March 19, 2013 00:00
By Wichit Chaitrong
Visiting Princess Mathilde of Belgium showed an interest in the development of micro-finance in the country but experts told her that easy access to credit and the lack of financial literacy had led to over-indebtedness among the poor.
The princess yesterday joined a round-table discussion on “Micro-finance Development in Thailand”, hosted by Asian Development Bank (ADB) in Bangkok.
She asked a question about over-indebtedness among households. The princess also suggested that micro-savings could finance education for the next generation.
Sukanda Lewis, ADB team leader for the development of a strategic framework for financial inclusion, responded that easy access to credit, especially from government programmes and non-bank financial institutions, had resulted in over-indebtedness in Thailand.
She said that Thai households could access credits from state-run banks, village funds and non-bank lenders. Part of the problem is that people do not know how to mange their loans, she said.
Thai households also save less. Household savings were 7.8 per cent of gross domestic product in 2011, which is low compared to other Asean countries.
Meanwhile, emerging East Asia’s outstanding local currency bonds in 2012 rose 12.1 per cent from the previous year to US$6.7 trillion, signalling ongoing investor interest in the region’s fast-growing economies but also raising the risk of asset price bubbles, said the ADB’s latest Asia Bond Monitor.

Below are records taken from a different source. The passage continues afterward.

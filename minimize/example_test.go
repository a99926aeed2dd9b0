package minimize_test

import (
	"context"
	"fmt"
	"math"

	"github.com/tenter-go/tenter/action"
	"github.com/tenter-go/tenter/constraint"
	"github.com/tenter-go/tenter/field"
	"github.com/tenter-go/tenter/lattice"
	"github.com/tenter-go/tenter/minimize"
)

// A fluxon at rest at t = 0 that is asked to pass x = 1 at t = 3, which it would
// not do by itself: the field equation has to give way.
func ExampleLeastResidual() {
	block, err := lattice.NewBlock(
		lattice.Axis{Step: 0.1, Sites: 41},
		lattice.Axis{From: -5, Step: 0.2, Sites: 51},
	)
	if err != nil {
		fmt.Println(err)
		return
	}
	s, err := action.New(block, action.Wave{Potential: action.SineGordon{}})
	if err != nil {
		fmt.Println(err)
		return
	}
	kink, err := field.SineGordonKink(field.Moving{})
	if err != nil {
		fmt.Println(err)
		return
	}
	first := kink.On(block.Space, 0).Field

	held := constraint.On(block)
	held.Slice(0, first)
	held.Slice(1, first)
	held.Event(3, 1, math.Pi)
	found, err := minimize.LeastResidual(context.Background(), s, held, field.Repeat(block, first), nil)
	if err != nil {
		fmt.Println(err)
		return
	}
	r := found.Report
	fmt.Printf("%v: %d equations, %d unknowns\n", r.Status, r.Rows, r.Unknowns)
	fmt.Printf("%s, largest %.2f\n", r.Reason, r.After.Max)
	// Output:
	// converged: 1989 equations, 1988 unknowns
	// gradient of the cost vanishes, the conditions leave a residual, largest 0.65
}

// The soap film of −Δu = 1 over a square, in one Newton step.
func ExampleMinimum() {
	side := lattice.Axis{Step: 1. / 32, Sites: 33}
	block, err := lattice.NewBlock(side, side)
	if err != nil {
		fmt.Println(err)
		return
	}
	s, err := action.New(block, action.Wave{Signature: action.Euclidean, Source: action.Uniform(1)})
	if err != nil {
		fmt.Println(err)
		return
	}
	zero := func(float64) float64 { return 0 }
	held := constraint.On(block)
	held.Slice(0, field.NewSlice(1, 33))
	held.Slice(32, field.NewSlice(1, 33))
	held.Left(zero)
	held.Right(zero)
	found, err := minimize.Minimum(context.Background(), s, held, field.NewHistory(block, 1), nil)
	if err != nil {
		fmt.Println(err)
		return
	}
	fmt.Printf("%s, %d step\n", found.Report.Method, found.Report.Iterations)
	fmt.Printf("u at the centre: %.4f\n", found.History.At(16, 0, 16))
	// Output:
	// damped Newton, nested-dissection Cholesky, 1 step
	// u at the centre: 0.0736
}

// The massless wave equation between two times has no answer or many if a normal
// mode fits: 8 × 12 intervals have three null vectors.
func ExampleStationary() {
	block, err := lattice.NewBlock(
		lattice.Axis{Step: 1, Sites: 13},
		lattice.Axis{Step: 1, Sites: 9, Left: lattice.Held, Right: lattice.Held},
	)
	if err != nil {
		fmt.Println(err)
		return
	}
	s, err := action.New(block, action.Wave{})
	if err != nil {
		fmt.Println(err)
		return
	}
	held := constraint.On(block)
	first := field.NewSlice(1, 9)
	for i := range first.Data {
		first.Data[i] = math.Sin(math.Pi * block.Space.At(i) / 8)
	}
	held.Slice(0, first)
	held.Slice(12, field.NewSlice(1, 9))
	start := field.NewHistory(block, 1)

	found, err := minimize.Stationary(context.Background(), s, held, start, nil)
	fmt.Printf("%v, nullity %d, error %t\n", found.Report.Status, found.Report.Inertia.Nullity, err != nil)

	found, err = minimize.Stationary(context.Background(), s, held, start, &minimize.Settings{MinimumNorm: true})
	fmt.Printf("%v, nullity %d, error %t\n", found.Report.Status, found.Report.Inertia.Nullity, err != nil)
	fmt.Printf("half way, in the middle: %.4f\n", found.History.At(6, 0, 4))
	// Output:
	// singular, nullity 3, error true
	// converged, nullity 3, error false
	// half way, in the middle: -0.7071
}

// The bounce of the false vacuum 0 of V = ½φ² − ½φ³, on a quarter of the plane whose
// free sides are its axes of symmetry.
func ExampleSaddle() {
	side := lattice.Axis{Step: 0.2, Sites: 61}
	block, err := lattice.NewBlock(side, side)
	if err != nil {
		fmt.Println(err)
		return
	}
	s, err := action.New(block, action.Wave{
		Potential: action.Polynomial{0, 0, 0.5, -0.5},
		Signature: action.Euclidean,
	})
	if err != nil {
		fmt.Println(err)
		return
	}
	guess, err := field.NewLump(field.Lump{Inside: 1.5, Radius: 1.5, Wall: 1.5})
	if err != nil {
		fmt.Println(err)
		return
	}
	held := constraint.On(block)
	held.Slice(60, field.NewSlice(1, 61))
	held.Right(func(float64) float64 { return 0 })
	found, err := minimize.Saddle(context.Background(), s, held, guess.Over(block), nil)
	if err != nil {
		fmt.Println(err)
		return
	}
	fmt.Printf("action %.3f, core %.3f\n", 4*found.Report.CostAfter, found.History.At(0, 0, 0))
	fmt.Printf("index %d, lowest eigenvalue %.2f\n", found.Report.Inertia.Index, found.Report.Inertia.Negative[0])
	// Output:
	// action 3.434, core 1.599
	// index 1, lowest eigenvalue -1.65
}

// A pendulum chain at rest at two times, one turn apart: which history joins
// them? The start is a straight line in time; shooting corrects its first step.
func ExampleStraight() {
	block, err := lattice.NewBlock(
		lattice.Axis{Step: 0.1, Sites: 21},
		lattice.Axis{Step: 0.25, Sites: 17, Periodic: true},
	)
	if err != nil {
		fmt.Println(err)
		return
	}
	s, err := action.New(block, action.Wave{Potential: action.SineGordon{}})
	if err != nil {
		fmt.Println(err)
		return
	}
	first, last := field.NewSlice(1, 17), field.NewSlice(1, 17)
	for i := range last.Data {
		last.Data[i] = 2 * math.Pi
	}
	held := constraint.On(block)
	held.Slice(0, first)
	held.Slice(20, last)
	start, err := minimize.Straight(held, field.NewHistory(block, 1))
	if err != nil {
		fmt.Println(err)
		return
	}
	found, err := minimize.LeastResidual(context.Background(), s, held, start, &minimize.Settings{Strategy: minimize.Shooting})
	if err != nil {
		fmt.Println(err)
		return
	}
	h := found.History
	fmt.Printf("%v by %v\n", found.Report.Status, found.Report.Strategy)
	fmt.Printf("half way at half time: %.4f = %.4f\n", h.At(10, 0, 3), math.Pi)
	// Output:
	// converged by shooting
	// half way at half time: 3.1416 = 3.1416
}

“Emerging East Asia is much more resilient than it used to be, but governments still need to be careful that the surge in capital inflows doesn’t fuel excessive rises in asset prices and that they are prepared for a possible reversal in the flows when the economies of the US and Europe pick up again,” said Thiam Hee Ng, senior economist at the ADB’s Office of Regional Economic Integration.
At the end of 2011, the outstanding was only $5.7 trillion. The corporate markets, though smaller than the government bond markets, drove the increase, growing 18.6 per cent year on year to $2.3 trillion.
Emerging East Asia includes China; Hong Kong, China; Indonesia; South Korea; Malaysia; the Philippines; Singapore; Thailand; and Vietnam.
According to ADB, investment is increasingly coming from overseas, with foreign ownership in most emerging East Asia local currency bond markets increasing in the second half of 2012. In Indonesia, for example, overseas investors held 33 per cent of outstanding government bonds at the end 2012, while foreign holdings of Malaysian government bonds had reached 28.5 per cent of the total at the end of September 2012.
The fastest-growing bond market in emerging East Asia in 2012 was Vietnam, 42.7 per cent bigger than at end 2011, largely due to the rapid expansion in the country’s government bond market. The Philippine and Malaysian markets grew 20.5 per cent and 19.9 per cent respectively, while India’s market expanded by a strong 24.3 per cent to $1 trillion. Japan still has the largest market in Asia at $11.7 trillion, followed by China at $3.8 trillion.
Governments in emerging East Asia are increasingly opting to sell longer-dated bonds – another sign of strong market confidence in the economies of the region – which is making them more resilient to possible volatile capital flows. This is particularly the case in Indonesia and the Philippines. Maturities tend to be shorter in the corporate bond markets of the region.